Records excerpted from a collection

---

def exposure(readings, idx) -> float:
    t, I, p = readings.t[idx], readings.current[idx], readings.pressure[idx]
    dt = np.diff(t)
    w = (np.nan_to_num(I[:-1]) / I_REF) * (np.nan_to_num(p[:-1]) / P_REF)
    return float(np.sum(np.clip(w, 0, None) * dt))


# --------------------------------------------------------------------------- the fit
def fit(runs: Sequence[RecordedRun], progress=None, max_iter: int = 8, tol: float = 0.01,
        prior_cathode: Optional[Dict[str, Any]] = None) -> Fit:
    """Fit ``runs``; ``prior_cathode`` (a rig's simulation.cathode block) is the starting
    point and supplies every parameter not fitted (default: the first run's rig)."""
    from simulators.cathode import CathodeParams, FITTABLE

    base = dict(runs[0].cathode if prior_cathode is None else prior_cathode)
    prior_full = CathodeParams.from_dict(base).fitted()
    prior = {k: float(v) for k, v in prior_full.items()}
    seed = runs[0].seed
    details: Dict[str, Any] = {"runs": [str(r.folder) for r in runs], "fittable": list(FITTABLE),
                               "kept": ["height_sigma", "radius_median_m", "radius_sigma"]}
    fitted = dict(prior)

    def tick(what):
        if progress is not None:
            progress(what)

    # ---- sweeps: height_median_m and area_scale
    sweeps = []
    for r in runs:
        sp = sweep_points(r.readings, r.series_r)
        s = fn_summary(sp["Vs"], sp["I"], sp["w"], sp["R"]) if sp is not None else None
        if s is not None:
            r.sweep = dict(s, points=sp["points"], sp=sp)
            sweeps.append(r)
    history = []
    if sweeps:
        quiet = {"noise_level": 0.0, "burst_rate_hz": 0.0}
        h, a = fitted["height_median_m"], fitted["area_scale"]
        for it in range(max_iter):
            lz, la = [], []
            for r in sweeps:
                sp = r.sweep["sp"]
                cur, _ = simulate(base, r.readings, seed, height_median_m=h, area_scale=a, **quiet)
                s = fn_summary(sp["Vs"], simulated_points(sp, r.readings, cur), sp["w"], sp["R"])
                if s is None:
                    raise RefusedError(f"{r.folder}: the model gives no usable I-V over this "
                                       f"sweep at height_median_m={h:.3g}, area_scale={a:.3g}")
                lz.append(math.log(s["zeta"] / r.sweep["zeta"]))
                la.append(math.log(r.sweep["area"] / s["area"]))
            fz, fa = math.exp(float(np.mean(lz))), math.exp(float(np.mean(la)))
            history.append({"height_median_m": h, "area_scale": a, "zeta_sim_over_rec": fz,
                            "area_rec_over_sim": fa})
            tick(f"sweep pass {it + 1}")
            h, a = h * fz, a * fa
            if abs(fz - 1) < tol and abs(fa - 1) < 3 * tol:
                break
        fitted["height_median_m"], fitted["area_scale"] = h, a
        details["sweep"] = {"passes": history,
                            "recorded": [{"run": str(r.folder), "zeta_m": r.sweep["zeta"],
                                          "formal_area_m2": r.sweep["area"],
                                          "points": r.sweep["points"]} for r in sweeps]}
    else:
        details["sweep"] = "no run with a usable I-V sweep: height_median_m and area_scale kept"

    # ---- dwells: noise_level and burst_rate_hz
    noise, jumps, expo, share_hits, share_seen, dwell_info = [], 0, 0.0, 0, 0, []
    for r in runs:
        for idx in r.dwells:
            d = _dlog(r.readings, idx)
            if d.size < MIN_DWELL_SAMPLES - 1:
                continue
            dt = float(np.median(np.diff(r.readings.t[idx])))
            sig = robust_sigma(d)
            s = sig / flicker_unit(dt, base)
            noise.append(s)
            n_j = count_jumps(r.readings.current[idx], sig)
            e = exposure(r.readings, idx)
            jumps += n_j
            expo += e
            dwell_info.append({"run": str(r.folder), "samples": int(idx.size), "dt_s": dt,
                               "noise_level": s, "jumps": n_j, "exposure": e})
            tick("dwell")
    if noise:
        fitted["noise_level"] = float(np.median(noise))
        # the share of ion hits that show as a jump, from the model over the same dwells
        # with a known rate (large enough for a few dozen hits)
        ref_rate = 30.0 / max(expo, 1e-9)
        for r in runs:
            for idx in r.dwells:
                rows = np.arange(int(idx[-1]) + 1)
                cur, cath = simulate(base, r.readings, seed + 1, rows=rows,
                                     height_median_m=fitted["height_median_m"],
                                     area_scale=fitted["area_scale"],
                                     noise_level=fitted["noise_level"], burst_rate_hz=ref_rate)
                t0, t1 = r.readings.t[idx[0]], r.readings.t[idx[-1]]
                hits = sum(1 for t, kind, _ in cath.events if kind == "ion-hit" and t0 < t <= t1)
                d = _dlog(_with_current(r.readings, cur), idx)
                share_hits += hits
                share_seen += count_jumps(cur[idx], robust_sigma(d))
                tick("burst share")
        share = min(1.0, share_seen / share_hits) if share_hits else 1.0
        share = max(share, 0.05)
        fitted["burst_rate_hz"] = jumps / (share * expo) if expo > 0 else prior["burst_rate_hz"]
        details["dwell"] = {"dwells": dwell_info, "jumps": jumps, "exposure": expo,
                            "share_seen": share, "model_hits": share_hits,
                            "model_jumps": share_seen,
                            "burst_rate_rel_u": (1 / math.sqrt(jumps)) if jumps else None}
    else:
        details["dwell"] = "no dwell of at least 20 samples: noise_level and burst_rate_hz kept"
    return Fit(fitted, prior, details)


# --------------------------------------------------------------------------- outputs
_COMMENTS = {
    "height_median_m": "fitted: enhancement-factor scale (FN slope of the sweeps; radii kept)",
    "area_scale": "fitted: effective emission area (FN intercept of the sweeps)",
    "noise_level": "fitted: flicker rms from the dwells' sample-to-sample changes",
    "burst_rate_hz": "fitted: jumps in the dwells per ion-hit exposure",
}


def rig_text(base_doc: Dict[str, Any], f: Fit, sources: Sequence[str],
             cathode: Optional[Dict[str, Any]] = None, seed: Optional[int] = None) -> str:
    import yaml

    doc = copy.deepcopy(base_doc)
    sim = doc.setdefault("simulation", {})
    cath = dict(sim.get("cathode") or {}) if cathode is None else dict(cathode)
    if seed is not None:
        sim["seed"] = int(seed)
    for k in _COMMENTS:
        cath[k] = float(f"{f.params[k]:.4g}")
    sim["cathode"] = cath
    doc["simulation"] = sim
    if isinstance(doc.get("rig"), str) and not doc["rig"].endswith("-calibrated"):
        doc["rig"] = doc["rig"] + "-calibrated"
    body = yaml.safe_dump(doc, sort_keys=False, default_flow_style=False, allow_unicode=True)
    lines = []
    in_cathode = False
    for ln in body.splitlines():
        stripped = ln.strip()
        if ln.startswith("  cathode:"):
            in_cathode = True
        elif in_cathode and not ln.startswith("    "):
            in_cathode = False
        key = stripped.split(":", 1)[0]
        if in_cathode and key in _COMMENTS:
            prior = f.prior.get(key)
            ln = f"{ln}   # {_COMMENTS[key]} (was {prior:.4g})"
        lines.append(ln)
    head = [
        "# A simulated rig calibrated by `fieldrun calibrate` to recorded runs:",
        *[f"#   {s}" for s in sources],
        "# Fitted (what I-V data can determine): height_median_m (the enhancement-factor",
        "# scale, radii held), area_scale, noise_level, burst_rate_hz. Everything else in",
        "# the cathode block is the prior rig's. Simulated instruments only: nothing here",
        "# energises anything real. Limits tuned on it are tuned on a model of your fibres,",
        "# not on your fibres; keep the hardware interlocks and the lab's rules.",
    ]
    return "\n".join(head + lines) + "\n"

---

YOUR OBJECTIVE:
From the records above, transcribe without alteration every line from the one with "if abs(fz - 1)" to the one with "sig = robust_sigma(d)", inclusive.

ANSWER SPACE:
            if abs(fz - 1) < tol and abs(fa - 1) < 3 * tol:
                break
        fitted["height_median_m"], fitted["area_scale"] = h, a
        details["sweep"] = {"passes": history,
                            "recorded": [{"run": str(r.folder), "zeta_m": r.sweep["zeta"],
                                          "formal_area_m2": r.sweep["area"],
                                          "points": r.sweep["points"]} for r in sweeps]}
    else:
        details["sweep"] = "no run with a usable I-V sweep: height_median_m and area_scale kept"

    # ---- dwells: noise_level and burst_rate_hz
    noise, jumps, expo, share_hits, share_seen, dwell_info = [], 0, 0.0, 0, 0, []
    for r in runs:
        for idx in r.dwells:
            d = _dlog(r.readings, idx)
            if d.size < MIN_DWELL_SAMPLES - 1:
                continue
            dt = float(np.median(np.diff(r.readings.t[idx])))
            sig = robust_sigma(d)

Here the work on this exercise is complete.